2.2 Self-distillation

Self-distillation is a new approach that was developed from knowledge distillation. Unlike traditional knowledge distillation architectures, the teacher-student architecture of self-distillation uses the same model [20,21,22], or a network framework without teachers [23,24,25]. [20] used neural networks to study knowledge distillation from a new perspective; instead of compressing the model, the student network is optimized based on a teacher network with an equivalent parameter settings. [24] proposed a general training framework for self-distillation by constructing a multi-exit network for teacher-free distillation within the student network itself. [26] argued that self-distillation, as a regularization method, mitigates the overconfident predictions of the network and reduces intraclass gaps. All of the above studies found that self-distillation can effectively improve the performance of a student network. Although self-distillation gets rid of the need for a strong network of teacher, it loses the guidance of teacher network. In contrast to [24], we use a shared weighting strategy for the fully connected layer of the applied multi-branch network to reduce the number of model parameters. Moreover, each branch receives guidance from an extra teacher network. In particular, we found that the introduction of new teacher knowledge in the self-distillation network further enhances the effectiveness of self-distillation.

2.3 Ensemble

Ensembles have been widely used to improve model performance [27,28,29]. Since different models could be complementary, the outputs of multiple models with the same structure and different initialization training ensembles can be used to improve test performance. Several studies have found that ensembles are also effective in improving knowledge distillation performance. [30] found that ensemble teacher networks can effectively improve student network classification performance. To overcome offline-distillation issues, a strong teacher network is needed, [31] combined knowledge distillation and an ensemble approach to train a multi-branch network and then built a strong teacher model based on the branches of the ensemble to enhance the learning capabilities of the target network. However, this approach undoubtedly leads to a complex teacher model. In contrast with multiple teacher network ensembles [32], our student network constructs multiple exit outputs from shallow to deep, and only a small number of parameters are added to achieve the effect of multiple model ensembles. Finally we use ensembles to vote on the classification results of multiple sub-models in the student network, and obtain a strong classifier.

3 Proposed method

In this section, we start by reviewing the classical knowledge distillation algorithms and then introduce the overall framework of the teacher-student collaborative knowledge distillation network proposed in this paper.

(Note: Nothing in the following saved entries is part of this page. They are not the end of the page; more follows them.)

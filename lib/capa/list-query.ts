import { z } from 'zod';
import { capaSources } from '../../workflows/capa-terms';
import { capaStates } from '../../workflows/states';
import { parseInput } from '../validation/parse';

/*
 * The CAPA list's state as it sits in the URL: paging, sorting and filters. The page reads its URL
 * leniently (an unreadable value falls back to its default); the JSON API reads it strictly and says
 * which parameter is wrong. Pure: the client writes the same shape back into the URL.
 */

export const capaListSorts = ['number', 'created', 'due', 'status'] as const;
export type CapaListSort = (typeof capaListSorts)[number];
export const capaListDefaults = { page: 1, pageSize: 50, sort: 'created', dir: 'desc' } as const;

function scalar(v: unknown): unknown {
  const x = Array.isArray(v) ? v[0] : v;
  return x === '' || x === null ? undefined : x;
}

function list(v: unknown): unknown {
  if (v === undefined || v === null) return undefined;
  const parts = (Array.isArray(v) ? v : [v]).flatMap((x) => (typeof x === 'string' ? x.split(',') : [x]));
  const kept = parts.filter((x) => x !== '');
  return kept.length === 0 ? undefined : kept;
}

const whole = (message: string, min: number, max: number, fallback: number) =>
  z.preprocess(scalar, z.coerce.number({ error: message }).int({ error: message }).min(min, { error: message }).max(max, { error: message }).default(fallback));

const shape = {
  page: whole('Page must be a whole number from 1.', 1, 100_000, capaListDefaults.page),
  pageSize: whole('Page size must be a whole number from 10 to 100.', 10, 100, capaListDefaults.pageSize),
  sort: z.preprocess(scalar, z.enum(capaListSorts, { error: `Sort by one of: ${capaListSorts.join(', ')}.` }).default(capaListDefaults.sort)),
  dir: z.preprocess(scalar, z.enum(['asc', 'desc'], { error: 'Direction is asc or desc.' }).default(capaListDefaults.dir)),
  status: z.preprocess(list, z.array(z.enum(capaStates, { error: `Status is one or more of: ${capaStates.join(', ')}.` })).default([])),
  source: z.preprocess(list, z.array(z.enum(capaSources, { error: `Source is one or more of: ${capaSources.join(', ')}.` })).default([])),
  ownerId: z.preprocess(
    scalar,
    z.coerce.number({ error: 'Owner must be a user id.' }).int({ error: 'Owner must be a user id.' }).positive({ error: 'Owner must be a user id.' }).max(2_147_483_647).nullable().default(null),
  ),
  overdue: z.preprocess((v) => {
    const x = scalar(v);
    if (typeof x !== 'string') return x;
    return ['true', '1', 'yes', 'on'].includes(x.toLowerCase()) ? true : ['false', '0', 'no', 'off'].includes(x.toLowerCase()) ? false : x;
  }, z.boolean({ error: 'Overdue is true or false.' }).default(false)),
};

type Shape = typeof shape;
const strictSchema = z.object(shape);
const lenientSchema = z.object(
  Object.fromEntries(Object.entries(shape).map(([k, s]) => [k, (s as z.ZodType).catch(() => s.parse(undefined))])) as {
    [K in keyof Shape]: z.ZodCatch<Shape[K]>;
  },
);

export type CapaListQuery = z.output<typeof strictSchema>;
type Raw = string | string[] | undefined | null;
export type SearchParamsLike = URLSearchParams | Record<string, Raw>;

function toRecord(params: SearchParamsLike): Record<string, Raw> {
  if (!(params instanceof URLSearchParams)) return params;
  const out: Record<string, string[]> = {};
  for (const [key, value] of params.entries()) (out[key] ??= []).push(value);
  return out;
}

/** A page's query from its URL; never throws. */
export function parseCapaListQuery(params: SearchParamsLike): CapaListQuery {
  return lenientSchema.parse(toRecord(params));
}

/** The API's query; throws ValidationError (422) naming each bad parameter. */
export function parseCapaListQueryStrict(params: SearchParamsLike): CapaListQuery {
  return parseInput(strictSchema, toRecord(params));
}

/** The query written back into a URL, defaults left out so the plain address is the default view. */
export function capaListSearch(query: CapaListQuery): string {
  const params = new URLSearchParams();
  if (query.page !== capaListDefaults.page) params.set('page', String(query.page));
  if (query.pageSize !== capaListDefaults.pageSize) params.set('pageSize', String(query.pageSize));
  if (query.sort !== capaListDefaults.sort || query.dir !== capaListDefaults.dir) {
    params.set('sort', query.sort);
    params.set('dir', query.dir);
  }
  for (const s of query.status) params.append('status', s);
  for (const s of query.source) params.append('source', s);
  if (query.ownerId !== null) params.set('ownerId', String(query.ownerId));
  if (query.overdue) params.set('overdue', 'true');
  return params.toString();
}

3.1 Knowledge distillation

The teacher network function t and the student network function s are defined as follows:

$$ \textit{t}=f^{t}\left( x, w_{t}\right) $$
(1)
$$ \textit{s}=f^{s}\left( x, w_{s}\right) $$
(2)

where x represents the network input, wt and ws are the parameters of the teacher network and the student network, respectively. For convenience, t and s also represent the logits of the teacher network and student network outputs. \({\mathscr{L}}_{KL}\) refers to Kullback–Leibler divergence, x(j) denotes the j-th input image in N data samples. The Kullback–Leibler divergence measures the distance between the student and teacher output logits, which can be measured as:

$$ \frac{1}{N}\sum\limits_{j=1}^{N} \mathcal{L}_{\text{KL}}\left( f^{s}\left( x^{(j)}, w_{s}\right), f^{t}\left( x^{(j)}, w_{t}\right)\right) $$
(3)

\({\mathscr{L}}_{CE}\) refers to cross-entropy loss, and yj represents the true label of the j-th input image. The distance between the predicted value of the student network and the true label is defined as:

$$ \frac{1}{N}\sum\limits_{j=1}^{N} \mathcal{L}_{\text{CE}}\left( f^{s}\left( x^{(j)}, w_{s}\right), y_{j}\right) $$
(4)

The optimization goal of knowledge distillation is to minimize the gap between the output of students and the prediction of teacher, as well as that between the output and the true label [10]:

$$ \underset{w_{s}}{\textit{argmin}} \sum\left( \alpha \tau^{2} \cdot \mathcal{L}_{\text{KL}}+(1-\alpha) \cdot \mathcal{L}_{\text{CE}}\right) $$
(5)

Where ws denotes the parameters of the student, α denotes the weight of KL divergence. Here, τ is defined as the distillation temperature, which is used as a hyper-parameter related to the degree of target softening.

3.2 TSKD

The whole framework of the teacher-student collaborative knowledge distillation method proposed in this paper is shown in Fig. 1, and it consists of two parts: a teacher network and a multi-exit output student network, in which the teacher network is usually a large pretrained network and only the student network is involved in training and testing.

Fig. 1
figure 1

The details of our approach. The whole framework consists of an offline teacher network and a student network. (i) The teacher network transfers soft logits to guide the student network. (ii) The student network adds a bottleneck layer and a fully connected layer after each block to build a multi-exit network from shallow to deep. (iii) Each shallow classifier receives supervision from the teacher network, its own deepest classifier and the true labels. (iv) Each classifier is combined in an ensemble to form a strong classifier

Given C categories of N data samples, for the input sample \(x \in \left \{x_{i}\right \}_{i=1}^{N}\), zk represents the output of the fully connected layer about k category, k means category index. the k category probability of the teacher model output is expressed as:

$$ t^{k}=\frac{\exp \left( z^{k} / \tau\right)}{{{\sum}_{k}^{C}} \exp \left( z^{k} / \tau\right)} $$
(6)

Similarly, the output of the student model can be represented as sk. τ = 1 indicates the standard SoftMax function.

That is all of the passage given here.